Verbatim output required. Print the data in full.

━━ Material for this exercise

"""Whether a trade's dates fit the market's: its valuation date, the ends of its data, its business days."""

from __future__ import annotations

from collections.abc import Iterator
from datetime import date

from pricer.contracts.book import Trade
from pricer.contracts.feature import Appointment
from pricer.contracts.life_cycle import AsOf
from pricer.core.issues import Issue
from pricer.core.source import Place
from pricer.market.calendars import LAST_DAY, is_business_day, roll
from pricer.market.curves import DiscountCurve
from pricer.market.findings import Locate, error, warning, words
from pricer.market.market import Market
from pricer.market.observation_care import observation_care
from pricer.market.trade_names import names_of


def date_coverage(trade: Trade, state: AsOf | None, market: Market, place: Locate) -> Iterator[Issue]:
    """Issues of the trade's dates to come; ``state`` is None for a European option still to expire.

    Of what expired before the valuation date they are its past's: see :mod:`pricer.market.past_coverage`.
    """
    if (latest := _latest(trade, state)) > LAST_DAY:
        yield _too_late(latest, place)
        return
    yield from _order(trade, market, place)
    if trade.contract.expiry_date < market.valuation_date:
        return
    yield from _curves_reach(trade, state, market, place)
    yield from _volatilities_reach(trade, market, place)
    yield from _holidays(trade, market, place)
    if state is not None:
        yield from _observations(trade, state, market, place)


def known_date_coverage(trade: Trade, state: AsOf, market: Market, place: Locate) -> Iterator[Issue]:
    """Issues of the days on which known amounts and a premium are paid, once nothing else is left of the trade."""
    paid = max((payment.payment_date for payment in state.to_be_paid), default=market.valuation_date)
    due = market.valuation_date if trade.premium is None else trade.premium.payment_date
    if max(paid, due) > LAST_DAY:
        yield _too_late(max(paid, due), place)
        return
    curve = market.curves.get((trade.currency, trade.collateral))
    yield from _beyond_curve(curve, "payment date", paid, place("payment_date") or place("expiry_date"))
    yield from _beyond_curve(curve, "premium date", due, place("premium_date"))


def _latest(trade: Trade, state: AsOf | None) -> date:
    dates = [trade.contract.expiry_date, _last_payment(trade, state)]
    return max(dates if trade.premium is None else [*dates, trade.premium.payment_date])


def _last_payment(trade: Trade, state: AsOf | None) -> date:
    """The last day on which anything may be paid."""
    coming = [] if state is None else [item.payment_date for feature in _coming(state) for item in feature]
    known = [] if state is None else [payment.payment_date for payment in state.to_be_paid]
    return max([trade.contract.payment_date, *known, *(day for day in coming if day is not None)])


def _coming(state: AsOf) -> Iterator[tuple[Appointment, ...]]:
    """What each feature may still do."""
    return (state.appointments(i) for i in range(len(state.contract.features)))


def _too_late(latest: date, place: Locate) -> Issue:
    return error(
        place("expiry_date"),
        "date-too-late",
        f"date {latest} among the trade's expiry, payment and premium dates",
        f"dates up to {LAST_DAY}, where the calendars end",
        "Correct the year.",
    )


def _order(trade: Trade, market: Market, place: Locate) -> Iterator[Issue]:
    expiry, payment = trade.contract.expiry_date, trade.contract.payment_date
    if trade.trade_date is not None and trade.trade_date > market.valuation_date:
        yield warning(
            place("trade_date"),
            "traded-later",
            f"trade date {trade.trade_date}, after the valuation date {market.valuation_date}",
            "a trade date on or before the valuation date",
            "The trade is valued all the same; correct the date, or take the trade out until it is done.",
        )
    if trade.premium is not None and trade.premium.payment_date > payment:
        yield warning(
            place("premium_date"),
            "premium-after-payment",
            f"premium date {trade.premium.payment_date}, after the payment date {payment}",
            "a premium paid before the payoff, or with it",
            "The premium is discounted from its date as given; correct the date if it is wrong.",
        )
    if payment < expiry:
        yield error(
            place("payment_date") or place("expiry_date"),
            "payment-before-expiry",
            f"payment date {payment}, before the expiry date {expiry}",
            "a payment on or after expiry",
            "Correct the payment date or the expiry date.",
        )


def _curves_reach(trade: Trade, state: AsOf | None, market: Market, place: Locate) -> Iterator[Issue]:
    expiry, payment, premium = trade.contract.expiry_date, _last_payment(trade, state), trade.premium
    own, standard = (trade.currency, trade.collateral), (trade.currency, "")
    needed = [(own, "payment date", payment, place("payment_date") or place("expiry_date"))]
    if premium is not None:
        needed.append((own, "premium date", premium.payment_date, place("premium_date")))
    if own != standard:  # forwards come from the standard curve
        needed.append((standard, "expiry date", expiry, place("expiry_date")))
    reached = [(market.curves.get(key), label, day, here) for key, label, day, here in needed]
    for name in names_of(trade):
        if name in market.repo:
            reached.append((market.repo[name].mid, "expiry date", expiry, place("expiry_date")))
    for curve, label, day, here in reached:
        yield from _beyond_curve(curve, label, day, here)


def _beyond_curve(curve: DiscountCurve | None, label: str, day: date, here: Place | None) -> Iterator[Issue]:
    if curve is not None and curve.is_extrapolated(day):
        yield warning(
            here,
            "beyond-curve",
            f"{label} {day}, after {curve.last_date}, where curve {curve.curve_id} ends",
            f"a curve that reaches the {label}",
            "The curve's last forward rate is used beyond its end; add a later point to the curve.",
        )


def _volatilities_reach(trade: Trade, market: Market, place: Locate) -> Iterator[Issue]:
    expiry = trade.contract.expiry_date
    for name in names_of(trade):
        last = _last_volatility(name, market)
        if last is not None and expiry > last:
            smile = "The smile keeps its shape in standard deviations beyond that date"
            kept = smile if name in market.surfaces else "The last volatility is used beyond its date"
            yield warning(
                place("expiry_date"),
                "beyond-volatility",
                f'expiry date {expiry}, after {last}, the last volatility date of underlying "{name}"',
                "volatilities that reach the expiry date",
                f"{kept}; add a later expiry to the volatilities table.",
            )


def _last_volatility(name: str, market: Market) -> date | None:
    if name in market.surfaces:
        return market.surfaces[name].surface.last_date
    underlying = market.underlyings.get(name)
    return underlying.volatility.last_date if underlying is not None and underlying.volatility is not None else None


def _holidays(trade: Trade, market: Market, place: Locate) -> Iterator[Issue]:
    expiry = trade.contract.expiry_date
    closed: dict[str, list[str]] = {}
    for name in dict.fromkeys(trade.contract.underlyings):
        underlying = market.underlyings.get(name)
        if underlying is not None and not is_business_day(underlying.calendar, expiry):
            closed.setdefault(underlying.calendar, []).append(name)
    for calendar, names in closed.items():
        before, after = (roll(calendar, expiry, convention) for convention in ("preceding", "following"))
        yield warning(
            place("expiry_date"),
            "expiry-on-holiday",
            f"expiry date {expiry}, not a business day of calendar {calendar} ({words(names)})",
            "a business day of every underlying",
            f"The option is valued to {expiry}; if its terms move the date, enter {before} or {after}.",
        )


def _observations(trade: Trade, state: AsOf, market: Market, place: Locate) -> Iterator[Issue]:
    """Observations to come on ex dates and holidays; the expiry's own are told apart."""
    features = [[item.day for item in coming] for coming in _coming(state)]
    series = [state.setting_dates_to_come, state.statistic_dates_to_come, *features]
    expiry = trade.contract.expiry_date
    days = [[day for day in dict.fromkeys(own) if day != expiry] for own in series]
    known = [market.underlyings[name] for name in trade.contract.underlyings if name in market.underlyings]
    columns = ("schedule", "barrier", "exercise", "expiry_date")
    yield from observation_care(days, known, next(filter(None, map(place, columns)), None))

━━━━

▶ Your response:
"""Whether a trade's dates fit the market's: its valuation date, the ends of its data, its business days."""

from __future__ import annotations

from collections.abc import Iterator
from datetime import date

from pricer.contracts.book import Trade
from pricer.contracts.feature import Appointment
from pricer.contracts.life_cycle import AsOf
from pricer.core.issues import Issue
from pricer.core.source import Place
from pricer.market.calendars import LAST_DAY, is_business_day, roll
from pricer.market.curves import DiscountCurve
from pricer.market.findings import Locate, error, warning, words
from pricer.market.market import Market
from pricer.market.observation_care import observation_care
from pricer.market.trade_names import names_of


def date_coverage(trade: Trade, state: AsOf | None, market: Market, place: Locate) -> Iterator[Issue]:
    """Issues of the trade's dates to come; ``state`` is None for a European option still to expire.

    Of what expired before the valuation date they are its past's: see :mod:`pricer.market.past_coverage`.
    """
    if (latest := _latest(trade, state)) > LAST_DAY:
        yield _too_late(latest, place)
        return
    yield from _order(trade, market, place)
    if trade.contract.expiry_date < market.valuation_date:
        return
    yield from _curves_reach(trade, state, market, place)
    yield from _volatilities_reach(trade, market, place)
    yield from _holidays(trade, market, place)
    if state is not None:
        yield from _observations(trade, state, market, place)


def known_date_coverage(trade: Trade, state: AsOf, market: Market, place: Locate) -> Iterator[Issue]:
    """Issues of the days on which known amounts and a premium are paid, once nothing else is left of the trade."""
    paid = max((payment.payment_date for payment in state.to_be_paid), default=market.valuation_date)
    due = market.valuation_date if trade.premium is None else trade.premium.payment_date
    if max(paid, due) > LAST_DAY:
        yield _too_late(max(paid, due), place)
        return
    curve = market.curves.get((trade.currency, trade.collateral))
    yield from _beyond_curve(curve, "payment date", paid, place("payment_date") or place("expiry_date"))
    yield from _beyond_curve(curve, "premium date", due, place("premium_date"))


def _latest(trade: Trade, state: AsOf | None) -> date:
    dates = [trade.contract.expiry_date, _last_payment(trade, state)]
    return max(dates if trade.premium is None else [*dates, trade.premium.payment_date])


def _last_payment(trade: Trade, state: AsOf | None) -> date:
    """The last day on which anything may be paid."""
    coming = [] if state is None else [item.payment_date for feature in _coming(state) for item in feature]
    known = [] if state is None else [payment.payment_date for payment in state.to_be_paid]
    return max([trade.contract.payment_date, *known, *(day for day in coming if day is not None)])


def _coming(state: AsOf) -> Iterator[tuple[Appointment, ...]]:
    """What each feature may still do."""
    return (state.appointments(i) for i in range(len(state.contract.features)))


def _too_late(latest: date, place: Locate) -> Issue:
    return error(
        place("expiry_date"),
        "date-too-late",
        f"date {latest} among the trade's expiry, payment and premium dates",
        f"dates up to {LAST_DAY}, where the calendars end",
        "Correct the year.",
    )


def _order(trade: Trade, market: Market, place: Locate) -> Iterator[Issue]:
    expiry, payment = trade.contract.expiry_date, trade.contract.payment_date
    if trade.trade_date is not None and trade.trade_date > market.valuation_date:
        yield warning(
            place("trade_date"),
            "traded-later",
            f"trade date {trade.trade_date}, after the valuation date {market.valuation_date}",
            "a trade date on or before the valuation date",
            "The trade is valued all the same; correct the date, or take the trade out until it is done.",
        )
    if trade.premium is not None and trade.premium.payment_date > payment:
        yield warning(
            place("premium_date"),
            "premium-after-payment",
            f"premium date {trade.premium.payment_date}, after the payment date {payment}",
            "a premium paid before the payoff, or with it",
            "The premium is discounted from its date as given; correct the date if it is wrong.",
        )
    if payment < expiry:
        yield error(
            place("payment_date") or place("expiry_date"),
            "payment-before-expiry",
            f"payment date {payment}, before the expiry date {expiry}",
            "a payment on or after expiry",
            "Correct the payment date or the expiry date.",
        )


def _curves_reach(trade: Trade, state: AsOf | None, market: Market, place: Locate) -> Iterator[Issue]:
    expiry, payment, premium = trade.contract.expiry_date, _last_payment(trade, state), trade.premium
    own, standard = (trade.currency, trade.collateral), (trade.currency, "")
    needed = [(own, "payment date", payment, place("payment_date") or place("expiry_date"))]
    if premium is not None:
        needed.append((own, "premium date", premium.payment_date, place("premium_date")))
    if own != standard:  # forwards come from the standard curve
        needed.append((standard, "expiry date", expiry, place("expiry_date")))
    reached = [(market.curves.get(key), label, day, here) for key, label, day, here in needed]
    for name in names_of(trade):
        if name in market.repo:
            reached.append((market.repo[name].mid, "expiry date", expiry, place("expiry_date")))
    for curve, label, day, here in reached:
        yield from _beyond_curve(curve, label, day, here)


def _beyond_curve(curve: DiscountCurve | None, label: str, day: date, here: Place | None) -> Iterator[Issue]:
    if curve is not None and curve.is_extrapolated(day):
        yield warning(
            here,
            "beyond-curve",
            f"{label} {day}, after {curve.last_date}, where curve {curve.curve_id} ends",
            f"a curve that reaches the {label}",
            "The curve's last forward rate is used beyond its end; add a later point to the curve.",
        )


def _volatilities_reach(trade: Trade, market: Market, place: Locate) -> Iterator[Issue]:
    expiry = trade.contract.expiry_date
    for name in names_of(trade):
        last = _last_volatility(name, market)
        if last is not None and expiry > last:
            smile = "The smile keeps its shape in standard deviations beyond that date"
            kept = smile if name in market.surfaces else "The last volatility is used beyond its date"
            yield warning(
                place("expiry_date"),
                "beyond-volatility",
                f'expiry date {expiry}, after {last}, the last volatility date of underlying "{name}"',
                "volatilities that reach the expiry date",
                f"{kept}; add a later expiry to the volatilities table.",
            )


def _last_volatility(name: str, market: Market) -> date | None:
    if name in market.surfaces:
        return market.surfaces[name].surface.last_date
    underlying = market.underlyings.get(name)
    return underlying.volatility.last_date if underlying is not None and underlying.volatility is not None else None


def _holidays(trade: Trade, market: Market, place: Locate) -> Iterator[Issue]:
    expiry = trade.contract.expiry_date
    closed: dict[str, list[str]] = {}
    for name in dict.fromkeys(trade.contract.underlyings):
        underlying = market.underlyings.get(name)
        if underlying is not None and not is_business_day(underlying.calendar, expiry):
            closed.setdefault(underlying.calendar, []).append(name)
    for calendar, names in closed.items():
        before, after = (roll(calendar, expiry, convention) for convention in ("preceding", "following"))
        yield warning(
            place("expiry_date"),
            "expiry-on-holiday",
            f"expiry date {expiry}, not a business day of calendar {calendar} ({words(names)})",
            "a business day of every underlying",
            f"The option is valued to {expiry}; if its terms move the date, enter {before} or {after}.",
        )


def _observations(trade: Trade, state: AsOf, market: Market, place: Locate) -> Iterator[Issue]:
    """Observations to come on ex dates and holidays; the expiry's own are told apart."""
    features = [[item.day for item in coming] for coming in _coming(state)]
    series = [state.setting_dates_to_come, state.statistic_dates_to_come, *features]
    expiry = trade.contract.expiry_date
    days = [[day for day in dict.fromkeys(own) if day != expiry] for own in series]
    known = [market.underlyings[name] for name in trade.contract.underlyings if name in market.underlyings]
    columns = ("schedule", "barrier", "exercise", "expiry_date")
    yield from observation_care(days, known, next(filter(None, map(place, columns)), None))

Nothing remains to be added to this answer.